If the difference between a “normal deck” and a “climate changed deck” is just one card in 52, or one year in 30, then it’s going to take an awful lot of draws before you could be at all confident in any sort of conclusion (though precisely how many that “awful lot” will be will depend on the prior you assign to tampering).
But on the other hand, if the difference between the decks is in something like 80% of the cards, then it’s going to be much easier to tell the difference.
You won’t know that it’s been tampered with, but you can have well-defined probabilities for how likely it is that you’re drawing from the tampered deck after even a single card. The more cards you get, the better your estimate will be.
The easy way to see this is to imagine that the tampered deck is much more tampered, and is like 50 black cards and 2 red ones. If you draw one card and it’s red, it is very likely you are drawing from the non-tampered deck.
The math still works with only slight tampering, it just means the probability will be closer to 50%.
What is the well-defined probability you aren’t drawing from the 50B2R deck after you’ve drawn one red?
Sure, but unless I go in with the understanding that the deck might be tampered with, the probabilities are so small as to go unnoticed and without arousing suspicion until I draw the 27th black.
Now that I’ve posted that, I think I’m missing some detail here. @am77494, are we given a deck of cards with no indication that it could be tampered in any way and in a manner not to arouse suspicion, or is it randomly chosen from a pile of card decks, of which we have knowledge that half of them have been tampered, or something completely different?
I’m not 100% sure I have the math right, but here’s a stab at it.

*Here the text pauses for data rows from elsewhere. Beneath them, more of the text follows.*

"""Site files: read, validate, report every error at once, and save without losing anything.

A site file is TOML kept by tomlkit, so a save keeps the user's comments and layout. Saves are
atomic (write beside, then replace) and keep the previous version as `NAME.bak`.
"""

from __future__ import annotations

import os
import re
import tempfile
import tomllib
from dataclasses import dataclass
from functools import cached_property
from pathlib import Path

import tomlkit
from pydantic import ValidationError
from tomlkit.exceptions import TOMLKitError

from bracing.model import Site


class SiteFileError(Exception):
    """Every problem found in one site file, each naming the file, line, item and field."""

    def __init__(self, path: str, problems: list[str]):
        self.path = path
        self.problems = problems
        super().__init__("\n".join(problems))


REMOVE = object()  # with_value(keys, REMOVE) takes a key out of the file


@dataclass
class SiteFile:
    """A site file: its text as read or last saved, edits not yet written into it, the plain
    data with those edits, and the validated model.

    Edits are kept apart from the text so that changing one value re-validates the plain data
    only; the style-keeping TOML document (tomlkit, slow on a large file) is parsed when it is
    needed: to save, with the user's comments and layout.
    """

    path: Path
    text: str
    site: Site
    edits: tuple = ()
    data: dict | None = None

    def __post_init__(self):
        if self.data is None:
            self.data = tomllib.loads(self.text)

    @cached_property
    def document(self) -> tomlkit.TOMLDocument:
        """The file as tomlkit reads it (comments and layout kept), without the edits."""
        return tomlkit.parse(self.text)

    def with_value(self, keys: tuple, value) -> SiteFile:
        """A copy with one value changed, validated; raises SiteFileError and changes nothing.

        `value` REMOVE takes the key out of the file (an optional value back to its default)."""
        data = dict(self.data)
        node = data
        try:
            for key in keys[:-1]:
                child = node[key]
                child = list(child) if isinstance(child, list) else dict(child)
                node[key] = child
                node = child
        except (KeyError, IndexError, TypeError):
            where = ".".join(str(k) for k in keys[:-1])
            raise SiteFileError(str(self.path), [f"{self.path}: no {where} in the file"]) from None
        if value is REMOVE:
            node.pop(keys[-1], None)
        else:
            node[keys[-1]] = value
        site = validate_data(data, str(self.path), self.text)
        return SiteFile(self.path, self.text, site, self.edits + ((tuple(keys), value),), data)

    def written(self) -> tomlkit.TOMLDocument:
        """The document with the edits written into it."""
        document = tomlkit.parse(self.text) if self.edits else self.document
        for keys, value in self.edits:
            node = document
            for key in keys[:-1]:
                node = node[key]
            if value is REMOVE:
                if keys[-1] in node:
                    del node[keys[-1]]
            else:
                node[keys[-1]] = value
        return document

    def save(self, path: str | Path | None = None) -> Path:
        """Write the file atomically, keeping the previous one as `.bak`."""
        target = Path(path) if path else self.path
        text = tomlkit.dumps(self.written())
        atomic_write(target, text)
        self.path, self.text, self.edits = target, text, ()
        self.__dict__.pop("document", None)
        return target


def atomic_write(target: Path, text: str) -> None:
    """Write `text` to `target` through a temporary file; the old file becomes `target.bak`."""
    target = Path(target)
    target.parent.mkdir(parents=True, exist_ok=True)
    fd, tmp = tempfile.mkstemp(dir=target.parent, prefix=f".{target.name}.", suffix=".tmp")
    umask = os.umask(0)
    os.umask(umask)
    mode = target.stat().st_mode & 0o777 if target.exists() else 0o666 & ~umask
    try:
        os.chmod(tmp, mode)  # mkstemp makes 0600: keep the file's own or the usual permissions
        with os.fdopen(fd, "w", encoding="utf-8") as handle:
            handle.write(text)
            handle.flush()
            os.fsync(handle.fileno())
        if target.exists():
            backup = target.with_name(target.name + ".bak")
            os.replace(target, backup)
        os.replace(tmp, target)
    except BaseException:
        if os.path.exists(tmp):
            os.unlink(tmp)
        raise


def load(path: str | Path) -> SiteFile:
    """Read and validate a site file; raise SiteFileError listing every problem."""
    path = Path(path)
    try:
        text = path.read_text(encoding="utf-8")
    except OSError as exc:
        raise SiteFileError(str(path), [f"{path}: cannot read the file ({exc.strerror})"]) from None
    except UnicodeDecodeError as exc:
        raise SiteFileError(str(path), [f"{path}: not a UTF-8 text file (byte {exc.start})"]) \
            from None
    return parse(text, str(path))


def parse(text: str, name: str = "<site>") -> SiteFile:
    """Parse and validate site-file text; `name` is used in messages."""
    try:
        data = tomllib.loads(text)  # fast; tomlkit (style-keeping) is parsed only to save
    except tomllib.TOMLDecodeError as fast_error:
        raise SiteFileError(name, [_toml_problem(fast_error, text, name)]) from None
    return SiteFile(Path(name), text, validate_data(data, name, text), data=data)


def validate_data(data: dict, name: str, text: str) -> Site:
    """Validate plain site data into a Site, or raise SiteFileError with every problem."""
    try:
        return Site.model_validate(data)
    except ValidationError as exc:
        raise SiteFileError(name, [describe(err, data, name, text) for err in exc.errors()]) from None


def describe(err: dict, data: dict, name: str, text: str) -> str:
    """One line for one validation error: file, line, item (panel mark) and field."""
    loc = tuple(err["loc"])
    message = err["msg"].removeprefix("Value error, ")
    if err["type"] == "missing":
        message = "missing (this field is required)"
    elif err["type"] == "extra_forbidden":
        message = "unknown key (check the spelling; `bracing schema` lists the keys)"
    item, field = _item_and_field(loc, data)
    line = _line_of(loc, text)
    where = f"{name}:{line}" if line else name
    got = err.get("input")
    shown = f" (got {got!r})" if got is not None and not isinstance(got, (dict, list)) else ""
    if err["type"] in ("missing",):
        shown = ""
    parts = [p for p in (item, field) if p]
    return f"{where}: {': '.join(parts + [message])}{shown}"


def _item_and_field(loc: tuple, data: dict) -> tuple[str, str]:
    """'panel P-07' and 'footing.width' from a location like ('panels', 6, 'footing', 'width')."""
    if len(loc) >= 2 and isinstance(loc[1], int):
        section, index = loc[0], loc[1]
        try:
            entry = data[section][index]
            label = entry.get("mark") or entry.get("name") or f"#{index + 1}"
        except (KeyError, IndexError, TypeError, AttributeError):
            label = f"#{index + 1}"
        kind = section.removesuffix("s")
        return f"{kind} {label}", ".".join(str(p) for p in loc[2:])
    if len(loc) >= 2 and loc[0] in ("materials", "rules", "brace_types", "anchor_types"):
        return f"{loc[0][:-1]} {loc[1]}", ".".join(str(p) for p in loc[2:])
    return "", ".".join(str(p) for p in loc) or "(whole file)"


def _toml_problem(error: tomllib.TOMLDecodeError, text: str, name: str) -> str:
    """'file:line: not valid TOML: why', the line from the standard library's parser.

    tomlkit's own wording is kept where it says more (it names a repeated key), without its
    position, which some versions give a line late.
    """
    at = re.search(r"\(at line (\d+), column \d+\)", str(error))
    where = f"{name}:{at.group(1)}" if at else name
    why = re.sub(r"\s*\(at line \d+, column \d+\)", "", str(error))
    try:
        tomlkit.parse(text)
    except TOMLKitError as exc:
        why = re.sub(r"\s*at line \d+ col \d+$", "", str(exc)) or why
    return f"{where}: not valid TOML: {why}"


def _line_of(loc: tuple, text: str) -> int | None:
    """Best-effort line number (1-based) of the key at `loc` in the TOML text.

    Follows the table headers down the location ("[materials.tilt]", the n-th "[[panels]]", its
    "[[panels.openings]]"), then the key in that table's own body; stops at the deepest found.
    """
    lines = text.splitlines()
    header = re.compile(r"^\s*(\[\[?)\s*([^\]]+?)\s*\]")
    heads = {n: (m.group(1) == "[[", re.sub(r"[\s\"']", "", m.group(2)))
             for n, line in enumerate(lines) if (m := header.match(line))}

    def body_end(n: int) -> int:  # a table's own keys end at the next header
        return next((h for h in heads if h > n), len(lines))

    prefix, start, stop, found = "", -1, len(lines), None
    for key in loc:
        inside = [n for n in heads if start < n < stop]
        if isinstance(key, int):  # the key-th [[prefix]] of an array of tables
            hits = [n for n in inside if heads[n] == (True, prefix)]
            if key >= len(hits):
                break
            start = found = hits[key]
            stop = hits[key + 1] if key + 1 < len(hits) else stop
            continue
        name = f"{prefix}.{key}" if prefix else str(key)
        table = [n for n in inside if heads[n] == (False, name)]
        if table:
            start = found = table[0]
            prefix = name
            continue
        if any(heads[n][1] == name or heads[n][1].startswith(name + ".") for n in inside):
            prefix = name  # an array of tables, or a parent of dotted headers
            continue
        assign = re.compile(rf"^\s*[\"']?{re.escape(str(key))}[\"']?\s*=")
        hits = [n for n in range(start + 1, body_end(start)) if assign.match(lines[n])]
        found = hits[0] if hits else found
        break
    return None if found is None else found + 1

Note that even if the below is wrong, the math to solve this problem exists and is quantifiable.
If we assume that you’re either drawing from a fair deck or an unfair deck with equal probability, then there are 28 ways to draw a red card (26 in the fair-deck universe, and 2 in the tampered-deck).

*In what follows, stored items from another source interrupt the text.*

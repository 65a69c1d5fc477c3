"""Brace member capacity: rated tables, steel pipe (AISC 360-16), sawn lumber (NDS 2018).

Pure functions over floats or numpy arrays. Forces in lb, moments in lb-ft, lengths in ft,
section dimensions in in, steel stresses in ksi, wood stresses in psi. Capacities are
available strengths: allowable (ASD, the default) or design (LRFD) by `basis`.
Rated values (end connections, inserts, driven stakes) are used as entered: no function here.
The rated tables live here; steel pipe in `bracing.steel_pipe` (compression, tension) and
`bracing.steel_pipe_bending` (bending, axial with bending), lumber in `bracing.lumber`, all
named here.
"""

from __future__ import annotations

import numpy as np

from bracing.data_members import STEEL_E_KSI
from bracing.lumber import (
    C_SAWN,
    CD_WIND,
    LE_OVER_D_MAX,
    LE_OVER_D_MAX_CONSTRUCTION,
    column_stability_factor,
    lumber_compression,
    lumber_slenderness,
    lumber_too_slender,
    size_factor_fc,
)
from bracing.steel_pipe import (
    KSI_IN2_TO_LB,
    LC_OVER_R_ADVISORY,
    OMEGA_B,
    OMEGA_C,
    OMEGA_T,
    PHI_B,
    PHI_C,
    PHI_T,
    critical_stress,
    euler_stress,
    knee_brace_lengths,
    pipe_compression,
    pipe_tension,
    slenderness,
)
from bracing.steel_pipe_bending import (
    ALPHA_B1,
    amplifier_of,
    euler_load,
    moment_amplifier_b1,
    pipe_axial_bending_ratio,
    pipe_flexure,
    pipe_wall_nonslender,
    self_weight_moment,
)

__all__ = [
    "ALPHA_B1",
    "CD_WIND",
    "C_SAWN",
    "KSI_IN2_TO_LB",
    "LC_OVER_R_ADVISORY",
    "LE_OVER_D_MAX",
    "LE_OVER_D_MAX_CONSTRUCTION",
    "OMEGA_B",
    "OMEGA_C",
    "OMEGA_T",
    "PHI_B",
    "PHI_C",
    "PHI_T",
    "STEEL_E_KSI",
    "amplifier_of",
    "column_stability_factor",
    "critical_stress",
    "euler_load",
    "euler_stress",
    "knee_brace_lengths",
    "lumber_compression",
    "lumber_slenderness",
    "lumber_too_slender",
    "moment_amplifier_b1",
    "pipe_axial_bending_ratio",
    "pipe_compression",
    "pipe_flexure",
    "pipe_tension",
    "pipe_wall_nonslender",
    "rated_capacity",
    "self_weight_moment",
    "size_factor_fc",
    "slenderness",
    "validate_rated_table",
]


# --- Rated (adjustable / telescoping) braces: maker's table ----------------------------------
def validate_rated_table(lengths_ft, loads_lb):
    """Raise ValueError unless lengths strictly increase and every rated load is positive."""
    lengths = np.asarray(lengths_ft, dtype=float)
    loads = np.asarray(loads_lb, dtype=float)
    if lengths.ndim != 1 or lengths.shape != loads.shape or lengths.size < 2:
        raise ValueError("a rated table needs two or more (length, load) pairs of equal count")
    if not (np.all(np.isfinite(lengths)) and np.all(np.diff(lengths) > 0) and lengths[0] > 0):
        raise ValueError("rated table lengths must be positive and strictly increasing")
    if not (np.all(np.isfinite(loads)) and np.all(loads > 0)):
        raise ValueError("rated table loads must be positive")


def rated_capacity(length_ft, table_lengths_ft, table_loads_lb):
    """Maker's rated safe working load of a brace at a length, linear between table rows.

    Parameters
    ----------
    length_ft : float or array_like
        Brace length, ft.
    table_lengths_ft : array_like
        The maker's lengths, ft, strictly increasing (`validate_rated_table`).
    table_loads_lb : array_like
        The maker's rated safe working loads at those lengths, lb (allowable).

    Returns
    -------
    float or ndarray
        Rated load, lb. NaN outside the table's length range: the rating is unknown there
        ("outside the rated range"), never extrapolated.

    References
    ----------
    The brace maker's rated table (used as entered, method notes §1).

    Examples
    --------
    A table of 5,000 lb at 6 ft and 4,000 lb at 10 ft, then 2,000 lb at 20 ft:

    >>> [float(c) for c in rated_capacity([8.0, 12.0, 30.0], [6.0, 10.0, 20.0],
    ...                                   [5000.0, 4000.0, 2000.0])]
    [4500.0, 3600.0, nan]
    """
    validate_rated_table(table_lengths_ft, table_loads_lb)
    return np.interp(length_ft, table_lengths_ft, table_loads_lb, left=np.nan, right=np.nan)[()]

If you draw a single red card off a deck, then the chance that the deck is fair is 26/28, and the chance that it’s the tampered deck is 2/28.
As you draw more cards (or if you have different starting assumptions) the math gets more complicated, but it is well-defined.

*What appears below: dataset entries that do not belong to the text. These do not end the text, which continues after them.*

def stand_down_rule(site: Site, panel: PanelResult, fresh: bool = False) -> str:
    """Which site rule set a wall's stand-down speed (with fresh mortar, if `fresh`), with its
    value and source."""
    stand_down, limit, _ = panel.speeds_on(fresh)
    mortar = "fresh mortar: " if fresh else ""
    ratio = site.rule_value("stand_down_ratio") or 1.0
    if math.isclose(stand_down, ratio * limit, rel_tol=1e-6):
        r = site.rule("stand_down_ratio")
        return (f"{mortar}{r.value:g} x working limit {limit:.0f} mph; rule "
                f"stand_down_ratio: {r.source}")
    for name in ("masonry_initial_speed_mph", "masonry_intermediate_speed_mph"):
        value = site.rule_value(name)
        if value is not None and math.isclose(stand_down, value, rel_tol=1e-6):
            return f"{mortar}rule {name} {value:g} mph: {site.rule(name).source}"
    return "engine"


def _go(site: Site, anyone: bool, gov: PanelResult | None, fresh: bool, unknown: list[str],
        fc: ForecastDay | None) -> tuple[bool | None, str]:
    """The day's go / no-go and its reason (see the module); `anyone`: a wall stands, `gov`: the
    one with the lowest stand-down speed that day (`fresh`: its mortar is fresh that day)."""
    if not anyone:
        return None, "no walls standing"
    if fc is None:
        return None, "no forecast"
    if fc.storm:
        return False, f"thunderstorm forecast: counts as exceeding the stand-down ({STORM_SOURCE})"
    if unknown:
        return False, (f"no stand-down speed is known for {', '.join(unknown)} (a brace or "
                       "anchor capacity is unknown)")
    stand_down = gov.speeds_on(fresh)[0]
    compare = (f"forecast gust {fc.gust_mph:.0f} mph {{}} stand-down {stand_down:.0f} mph of "
               f"{gov.mark} ({stand_down_rule(site, gov, fresh)})")
    if fc.gust_mph < stand_down:
        return True, compare.format("<")
    return False, compare.format(">=") + ": no lifts, clear the fall zones"
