@dataclass(frozen=True)
class BraceSet:
    """The braced walls of a site as arrays: m walls by k brace slots (mask marks real braces)."""

    index: np.ndarray           # panel index of each braced wall
    positions: np.ndarray       # (m, k) ft from the wall's left edge
    mask: np.ndarray            # (m, k)
    insert: np.ndarray          # insert height above the wall's base, ft
    anchor_distance: np.ndarray  # foot from the wall face, ft
    angle: np.ndarray           # deg from horizontal
    length: np.ndarray          # pin to pin, ft
    lean: np.ndarray            # ft at the top
    slop: np.ndarray            # ft at the insert
    compression: np.ndarray     # allowable brace compression (lb) before self-weight bending
    tension: np.ndarray         # allowable brace tension (lb)
    connection: np.ndarray      # rated end fittings (lb), NaN if not given
    compression_only: np.ndarray  # the brace type works in compression only
    brace_strength: np.ndarray  # its compression capacity is a strength value (phi Pn, LRFD)
    tension_strength: np.ndarray  # its tension capacity is (AISC 360-16 §D2, not a rating)
    sill: np.ndarray            # framed walls: the sill fastening's allowable uplift, plf (NaN)
    self_weight_ratio: np.ndarray  # pipe: self-weight moment / available moment (0 otherwise)
    euler_load: np.ndarray      # pipe: Pe1 for the moment amplifier (lb), inf otherwise
    insert_tension: np.ndarray  # wall insert ratings (lb), NaN if no wall anchor given
    insert_shear: np.ndarray
    foot_kind: np.ndarray       # '' or a kind of anchor_kinds.KINDS
    foot_tension: np.ndarray    # slab/stake allowable tension, helical allowable, deadman weight
    foot_shear: np.ndarray      # slab/stake allowable shear
    foot_mu: np.ndarray         # deadman friction / FS
    block_length: np.ndarray    # deadman length along the brace, ft (NaN: not given)
    pin_height: np.ndarray      # deadman: brace foot pin above the block's base, ft
    pin_from_toe: np.ndarray    # deadman: the pin from the toe (the edge nearer the wall), ft
    block_width: np.ndarray     # deadman width across the brace, ft (NaN: not given)
    block_bearing: np.ndarray   # allowable bearing under the block, psf
    torque_factor: np.ndarray   # helical K_t (1/ft) and factor of safety, for the torque
    torque_safety: np.ndarray
    rupture: np.ndarray         # concrete modulus of rupture, psi (NaN: not concrete)
    pretensioned: np.ndarray
    stiff: np.ndarray           # a continuous stiff member (strongback, waler) ties the braces
    slenderness: np.ndarray     # governing Lc/r (pipe) or le/d (lumber), NaN for rated braces
    slenderness_limit: np.ndarray
    basis: str                  # "ASD" | "LRFD" (the amplifier's alpha)
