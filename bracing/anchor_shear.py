"""Slab anchors in shear: steel, concrete breakout and pryout (ACI 318-19 §17.7), and tension
with shear (§17.8); named in `bracing.anchors`.

Pure functions over floats or numpy arrays. Forces in lb, lengths in in, f'c in psi; nominal
strengths (ACI 318 strength design). Cracked, normal-weight concrete by default.
"""

from __future__ import annotations

import numpy as np

from bracing.anchor_factors import LAMBDA_A_NORMAL_WEIGHT
from bracing.anchor_tension import _futa_effective


# --- Shear ---------------------------------------------------------------------------------
def steel_shear(Ase_in2, futa_psi, grout_pad=False, fya_psi=None):
    """Nominal steel strength in shear of a headed bolt or post-installed anchor.

    Parameters
    ----------
    Ase_in2 : float or array_like
        Effective cross-sectional area in shear, in2.
    futa_psi : float or array_like
        Specified tensile strength of the anchor steel, psi.
    grout_pad : bool or array_like, optional
        True where the base plate sits on a grout pad (times 0.80, §17.7.1.2.1).
    fya_psi : float or array_like, optional
        Specified yield strength, psi, for the 1.9 fya limit.

    Returns
    -------
    float or ndarray
        V_sa = 0.6 A_se,V futa, lb.

    References
    ----------
    ACI 318-19 Eq. 17.7.1.2b, §17.7.1.2.1 (from memory).

    Examples
    --------
    0.5 in2 at 60,000 psi: 0.6 x 0.5 x 60,000 = 18,000 lb.

    >>> float(steel_shear(0.5, 60000.0))
    18000.0
    """
    pad = np.where(grout_pad, 0.80, 1.0)
    return (0.6 * np.asarray(Ase_in2, dtype=float) * _futa_effective(futa_psi, fya_psi) * pad)[()]


def shear_breakout(ca1_in, le_in, da_in, fc_psi, ha_in, ca2_in=np.inf, ca2_other_in=np.inf,
                   cracked=True, lambda_a=LAMBDA_A_NORMAL_WEIGHT):
    """Nominal concrete breakout strength of one anchor in shear toward an edge, V_cb, lb.

    ca1: edge distance in the direction of the shear (inf: no edge, V_cb = inf); ca2,
    ca2_other: edge distances at right angles on either side; ha: member thickness.
    V_cb = A_Vc / A_Vco psi_ed,V psi_c,V psi_h,V V_b (ACI 318-19 Eq. 17.7.2.1a);
    A_Vco = 4.5 ca1^2 (Eq. 17.7.2.1.3); ca1 limited in narrow thin members (§17.7.2.1.2);
    V_b the lesser of 7 (le/da)^0.2 sqrt(da) lambda_a sqrt(f'c) ca1^1.5 and
    9 lambda_a sqrt(f'c) ca1^1.5 (Eq. 17.7.2.2.1a/b), le <= 8 da; psi_ed,V (Eq. 17.7.2.4.1a/b);
    psi_c,V 1.0 cracked without supplementary reinforcement, 1.4 uncracked (§17.7.2.5.1);
    psi_h,V = sqrt(1.5 ca1 / ha) >= 1.0 (Eq. 17.7.2.6.1).
    """
    ca1_actual = np.asarray(ca1_in, dtype=float)
    ha = np.asarray(ha_in, dtype=float)
    narrow = ((np.maximum(ca2_in, ca2_other_in) < 1.5 * ca1_actual)
              & (ha < 1.5 * ca1_actual))
    ca1_limit = np.maximum(np.maximum(ca2_in, ca2_other_in) / 1.5, ha / 1.5)
    ca1 = np.where(narrow, np.minimum(ca1_actual, ca1_limit), ca1_actual)
    reach = 1.5 * ca1
    le = np.minimum(le_in, 8.0 * np.asarray(da_in, dtype=float))
    root = lambda_a * np.sqrt(fc_psi)
    with np.errstate(invalid="ignore", divide="ignore"):
        vb = np.minimum(7.0 * (le / da_in) ** 0.2 * np.sqrt(da_in), 9.0) * root * ca1**1.5
        a_vc = (np.minimum(ca2_in, reach) + np.minimum(ca2_other_in, reach)) * np.minimum(ha, reach)
        a_vco = 4.5 * ca1**2
        ca2_min = np.minimum(ca2_in, ca2_other_in)
        psi_ed = np.where(ca2_min >= reach, 1.0, 0.7 + 0.3 * ca2_min / reach)
        psi_h = np.maximum(np.sqrt(reach / ha), 1.0)
        vcb = a_vc / a_vco * psi_ed * np.where(cracked, 1.0, 1.4) * psi_h * vb
    return np.where(np.isinf(ca1_actual), np.inf, vcb)[()]


def pryout(Ncp_lb, hef_in):
    """Nominal pryout strength V_cp = kcp N_cp.

    Parameters
    ----------
    Ncp_lb : float or array_like
        N_cp, lb: N_cb for cast-in, expansion, screw and undercut anchors.
    hef_in : float or array_like
        Effective embedment depth, in.

    Returns
    -------
    float or ndarray
        V_cp, lb: kcp 1.0 for hef < 2.5 in, else 2.0.

    References
    ----------
    ACI 318-19 Eq. 17.7.3.1a (from memory).

    Examples
    --------
    >>> float(pryout(1000.0, 2.0)), float(pryout(1000.0, 6.0))
    (1000.0, 2000.0)
    """
    return (np.where(np.asarray(hef_in) < 2.5, 1.0, 2.0) * np.asarray(Ncp_lb, dtype=float))[()]


def tension_shear_interaction(Nua, phiNn, Vua, phiVn):
    """Tension-shear interaction ratio of an anchor; passes at <= 1.0.

    Full strength in tension where V <= 0.2 phiVn, full strength in shear where N <= 0.2 phiNn
    (§17.8.1, 17.8.2): ratio = max(N/phiNn, V/phiVn); otherwise (N/phiNn + V/phiVn) / 1.2
    (Eq. 17.8.3), never below either single ratio. Works on either basis as long as demand and
    capacity share it.

    Parameters
    ----------
    Nua, phiNn : float or array_like
        Tension demand and capacity, same unit (magnitudes are used).
    Vua, phiVn : float or array_like
        Shear demand and capacity, same unit.

    Returns
    -------
    float or ndarray
        The ratio, dimensionless.

    References
    ----------
    ACI 318-19 §17.8 (from memory).

    Examples
    --------
    Half of each: (0.5 + 0.5) / 1.2 = 0.833; 0.9 in tension with 0.1 in shear: 0.9 alone.

    >>> round(float(tension_shear_interaction(0.5, 1.0, 0.5, 1.0)), 3)
    0.833
    >>> float(tension_shear_interaction(0.9, 1.0, 0.1, 1.0))
    0.9
    """
    n = np.abs(Nua) / np.asarray(phiNn, dtype=float)
    v = np.abs(Vua) / np.asarray(phiVn, dtype=float)
    single = np.maximum(n, v)
    return np.where((n <= 0.2) | (v <= 0.2), single, np.maximum(single, (n + v) / 1.2))[()]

Not necessarily. The black card must duplicate another so suppose the first two cards are queens of spades?
As a follow up to above, I think rather than counting to the 27th black card, the question boils down to given two matching black cards, what is the probability that the nth card matches its pair already drawn.
Clearly p(n=1) = 0; p(n=2) = (2/52)*(1/51) or 0.000754
Just reread those (only 1 cup of coffee so far). I would say they agree with me.
Then we’re at an impasse. I read post 4 as saying the same thing you are and post 5 saying that that is not correct. As stated earlier, I don’t think we can answer the OP until they come back and give additional detail.
It seems to me that the OP in #5 specifically said that he’s ignoring the characteristics of the card other than the colors, so the probability of finding a duplicate card is not the solution.
Ok got my 2nd cup of coffee and you are right according to Post 5 but not the OP. Now I’m imagining 25 Aces of Hearts and 27 Aces of Spades. If am77494 sees this can you confirm that is your scenario and not a standard deck with one duplicate? Because according to
Suppose I have a deck of cards that is tampered by removing one red card and replacing it with a black card from another deck.
Seems like a standard deck with a duplicate while
I am looking for just the colors.
Is more like all reds the same card and all black the same card and looking for the 27th black card.
@am77494, can you please answer the following:
As you can see, it might be simpler to just ask your climate change question.
Here is my thought. The question can be restated as: given that you have drawn n cards what is the probability that the rest are red? After n cards and assuming the last one is the 27th black, there are n-27 red cards showing so 25 - (n - 27) = 52 - n red cards left. So for example the 30th card is the last black so we have 27 black, 3 red with 22 red cards left.
I believe this means that that works out to (looking at the stack of red cards at the bottom) is the permutation P(25, 52-n) so to answer the OP the probability is P(25, 52 -n) ÷ 52! but I need to think about that a bit.
If you assume the last one is the 27th black, you’re assuming a tampered deck in advance. Am I understanding you correctly?
No it is assuming no prior knowledge and after the nth card you go, “Wait, that’s 27 black cards”
Then we’re right back to my scenario in post 9. I still don’t have confirmation from the OP that that is the situation.
I think we can all agree the question needs to be written more clearly. But if we know a priori the deck has been tampered with then p(tampered) is already 1 so I assume we don’t know.
Although the odds are extremely remote, you could draw 26 black cards consecutively. This still wouldn’t tell you anything and is potentially the same even when the 51st card has been drawn. It’s just that in real life, the consecutive order would look very strange, perhaps in some context, suspicious.
But in this scenario, the odds are great.